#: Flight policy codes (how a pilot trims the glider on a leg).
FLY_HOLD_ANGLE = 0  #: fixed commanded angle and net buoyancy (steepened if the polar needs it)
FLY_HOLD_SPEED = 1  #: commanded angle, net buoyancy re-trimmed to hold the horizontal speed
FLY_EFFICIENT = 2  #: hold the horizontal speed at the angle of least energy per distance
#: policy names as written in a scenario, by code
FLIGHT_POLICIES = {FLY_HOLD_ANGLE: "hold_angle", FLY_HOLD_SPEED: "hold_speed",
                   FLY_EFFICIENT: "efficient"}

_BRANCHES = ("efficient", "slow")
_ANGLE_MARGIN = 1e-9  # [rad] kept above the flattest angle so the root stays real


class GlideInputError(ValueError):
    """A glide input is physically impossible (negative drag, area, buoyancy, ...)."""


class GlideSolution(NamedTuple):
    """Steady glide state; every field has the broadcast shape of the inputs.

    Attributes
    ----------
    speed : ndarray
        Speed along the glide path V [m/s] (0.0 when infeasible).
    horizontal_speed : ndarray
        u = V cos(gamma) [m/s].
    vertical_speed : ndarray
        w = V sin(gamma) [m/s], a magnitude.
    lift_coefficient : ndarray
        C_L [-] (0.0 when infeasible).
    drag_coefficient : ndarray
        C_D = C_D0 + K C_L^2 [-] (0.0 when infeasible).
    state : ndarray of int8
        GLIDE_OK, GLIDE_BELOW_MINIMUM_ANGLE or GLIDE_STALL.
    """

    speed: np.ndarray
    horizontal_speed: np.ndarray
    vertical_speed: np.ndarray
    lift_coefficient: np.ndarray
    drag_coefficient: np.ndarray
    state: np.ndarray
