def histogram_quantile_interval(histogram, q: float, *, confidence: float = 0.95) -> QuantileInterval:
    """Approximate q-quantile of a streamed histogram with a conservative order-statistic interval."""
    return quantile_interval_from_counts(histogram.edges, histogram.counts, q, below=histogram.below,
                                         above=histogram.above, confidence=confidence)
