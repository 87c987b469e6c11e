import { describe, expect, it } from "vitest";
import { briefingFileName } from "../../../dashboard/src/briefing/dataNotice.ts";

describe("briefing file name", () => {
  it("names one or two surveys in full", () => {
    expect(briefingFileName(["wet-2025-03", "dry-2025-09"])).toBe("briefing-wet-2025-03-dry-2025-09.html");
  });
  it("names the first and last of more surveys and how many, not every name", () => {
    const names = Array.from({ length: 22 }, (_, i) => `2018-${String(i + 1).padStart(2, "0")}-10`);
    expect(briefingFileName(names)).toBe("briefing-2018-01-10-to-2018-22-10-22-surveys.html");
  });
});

........

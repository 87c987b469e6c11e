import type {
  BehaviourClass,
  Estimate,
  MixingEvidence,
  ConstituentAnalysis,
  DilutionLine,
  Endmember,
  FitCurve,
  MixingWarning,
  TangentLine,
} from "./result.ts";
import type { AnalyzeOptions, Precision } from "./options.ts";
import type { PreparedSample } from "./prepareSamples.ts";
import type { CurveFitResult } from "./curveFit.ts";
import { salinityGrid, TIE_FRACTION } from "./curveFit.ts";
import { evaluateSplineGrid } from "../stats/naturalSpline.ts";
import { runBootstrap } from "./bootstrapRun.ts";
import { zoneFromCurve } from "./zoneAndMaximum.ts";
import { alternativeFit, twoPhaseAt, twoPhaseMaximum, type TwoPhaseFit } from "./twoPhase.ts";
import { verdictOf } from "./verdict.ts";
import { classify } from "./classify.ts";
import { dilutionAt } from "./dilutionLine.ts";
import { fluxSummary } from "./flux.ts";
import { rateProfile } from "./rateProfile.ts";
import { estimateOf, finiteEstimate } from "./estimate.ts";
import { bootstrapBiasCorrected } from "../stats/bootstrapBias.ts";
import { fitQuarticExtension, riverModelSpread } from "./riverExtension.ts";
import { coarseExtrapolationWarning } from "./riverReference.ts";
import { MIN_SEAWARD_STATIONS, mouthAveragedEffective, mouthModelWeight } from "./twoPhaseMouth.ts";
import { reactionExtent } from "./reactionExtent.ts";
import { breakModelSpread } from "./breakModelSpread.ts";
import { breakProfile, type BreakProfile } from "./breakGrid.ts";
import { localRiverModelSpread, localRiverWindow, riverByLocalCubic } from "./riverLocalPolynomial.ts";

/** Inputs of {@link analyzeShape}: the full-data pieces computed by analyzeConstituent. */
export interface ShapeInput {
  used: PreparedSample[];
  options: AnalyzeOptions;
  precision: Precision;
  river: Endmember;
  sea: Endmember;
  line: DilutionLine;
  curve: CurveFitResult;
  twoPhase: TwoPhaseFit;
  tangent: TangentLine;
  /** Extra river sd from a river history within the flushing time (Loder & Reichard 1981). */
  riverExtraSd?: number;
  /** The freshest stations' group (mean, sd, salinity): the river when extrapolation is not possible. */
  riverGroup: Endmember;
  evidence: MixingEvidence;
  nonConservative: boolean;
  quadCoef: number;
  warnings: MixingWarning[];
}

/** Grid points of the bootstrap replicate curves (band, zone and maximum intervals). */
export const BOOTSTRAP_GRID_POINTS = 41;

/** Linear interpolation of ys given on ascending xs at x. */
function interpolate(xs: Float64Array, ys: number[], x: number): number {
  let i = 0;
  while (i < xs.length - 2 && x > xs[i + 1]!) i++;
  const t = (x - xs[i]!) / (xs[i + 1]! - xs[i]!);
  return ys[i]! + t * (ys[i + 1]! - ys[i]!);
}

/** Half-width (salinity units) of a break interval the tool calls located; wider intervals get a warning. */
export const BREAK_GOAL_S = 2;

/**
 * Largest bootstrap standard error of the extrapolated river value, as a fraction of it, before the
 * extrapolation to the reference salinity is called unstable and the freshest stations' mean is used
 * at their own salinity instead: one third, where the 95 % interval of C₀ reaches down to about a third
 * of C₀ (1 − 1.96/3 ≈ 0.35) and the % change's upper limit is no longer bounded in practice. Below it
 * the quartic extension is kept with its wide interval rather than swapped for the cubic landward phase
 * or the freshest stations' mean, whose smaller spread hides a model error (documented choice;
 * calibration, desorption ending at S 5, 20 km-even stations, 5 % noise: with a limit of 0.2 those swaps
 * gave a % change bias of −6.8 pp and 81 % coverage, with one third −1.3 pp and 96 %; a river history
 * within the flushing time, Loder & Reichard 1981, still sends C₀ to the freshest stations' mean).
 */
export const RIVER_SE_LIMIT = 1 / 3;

........

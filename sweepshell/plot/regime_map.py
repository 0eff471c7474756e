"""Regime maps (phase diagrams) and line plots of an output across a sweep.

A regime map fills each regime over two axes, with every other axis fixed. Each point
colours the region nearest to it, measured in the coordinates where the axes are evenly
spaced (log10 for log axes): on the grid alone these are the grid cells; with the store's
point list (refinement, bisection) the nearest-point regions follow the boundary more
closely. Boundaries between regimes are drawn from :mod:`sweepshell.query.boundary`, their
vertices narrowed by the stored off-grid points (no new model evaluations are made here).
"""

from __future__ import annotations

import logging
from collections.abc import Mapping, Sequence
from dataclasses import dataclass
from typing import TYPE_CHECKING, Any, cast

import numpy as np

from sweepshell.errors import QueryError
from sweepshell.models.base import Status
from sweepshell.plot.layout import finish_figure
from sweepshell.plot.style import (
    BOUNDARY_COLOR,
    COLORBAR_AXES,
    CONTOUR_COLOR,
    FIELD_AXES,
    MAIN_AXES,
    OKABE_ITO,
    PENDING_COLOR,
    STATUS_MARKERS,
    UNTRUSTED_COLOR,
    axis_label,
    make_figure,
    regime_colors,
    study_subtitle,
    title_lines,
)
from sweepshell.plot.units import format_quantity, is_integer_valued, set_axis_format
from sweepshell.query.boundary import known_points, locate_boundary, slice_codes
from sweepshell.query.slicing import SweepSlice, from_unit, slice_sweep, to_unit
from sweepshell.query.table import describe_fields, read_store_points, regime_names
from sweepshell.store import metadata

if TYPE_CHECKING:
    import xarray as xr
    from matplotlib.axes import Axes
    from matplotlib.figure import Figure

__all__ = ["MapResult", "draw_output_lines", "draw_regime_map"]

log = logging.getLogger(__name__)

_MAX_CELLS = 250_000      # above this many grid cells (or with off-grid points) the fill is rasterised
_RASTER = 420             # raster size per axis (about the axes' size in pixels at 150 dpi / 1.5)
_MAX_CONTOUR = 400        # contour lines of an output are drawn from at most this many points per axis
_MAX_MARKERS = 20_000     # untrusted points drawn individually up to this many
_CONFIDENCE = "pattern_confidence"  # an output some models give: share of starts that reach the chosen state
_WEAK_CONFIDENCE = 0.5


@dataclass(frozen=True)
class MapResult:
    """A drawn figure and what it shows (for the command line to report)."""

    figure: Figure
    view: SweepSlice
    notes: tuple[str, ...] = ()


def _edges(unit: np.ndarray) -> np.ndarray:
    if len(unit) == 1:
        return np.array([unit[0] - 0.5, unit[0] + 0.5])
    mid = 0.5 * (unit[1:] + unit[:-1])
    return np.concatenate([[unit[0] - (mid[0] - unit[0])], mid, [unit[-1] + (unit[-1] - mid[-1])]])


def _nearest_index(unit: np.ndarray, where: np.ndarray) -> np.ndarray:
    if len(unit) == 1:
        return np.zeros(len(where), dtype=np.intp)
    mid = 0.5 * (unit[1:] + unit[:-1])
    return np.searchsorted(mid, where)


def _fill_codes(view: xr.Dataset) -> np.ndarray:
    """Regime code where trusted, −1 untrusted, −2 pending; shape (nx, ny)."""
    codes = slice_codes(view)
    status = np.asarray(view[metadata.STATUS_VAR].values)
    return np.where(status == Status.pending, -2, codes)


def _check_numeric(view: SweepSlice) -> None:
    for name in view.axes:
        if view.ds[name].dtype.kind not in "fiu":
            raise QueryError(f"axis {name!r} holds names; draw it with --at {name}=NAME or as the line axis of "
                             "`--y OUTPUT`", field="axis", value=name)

........

Exercise prompt:
Please return the lines above that run from the line containing "#: Flight policy" to the line containing "FLY_HOLD_SPEED = 1", inclusive, exactly and with no other lines.

Worked solution:
#: Flight policy codes (how a pilot trims the glider on a leg).
FLY_HOLD_ANGLE = 0  #: fixed commanded angle and net buoyancy (steepened if the polar needs it)
FLY_HOLD_SPEED = 1  #: commanded angle, net buoyancy re-trimmed to hold the horizontal speed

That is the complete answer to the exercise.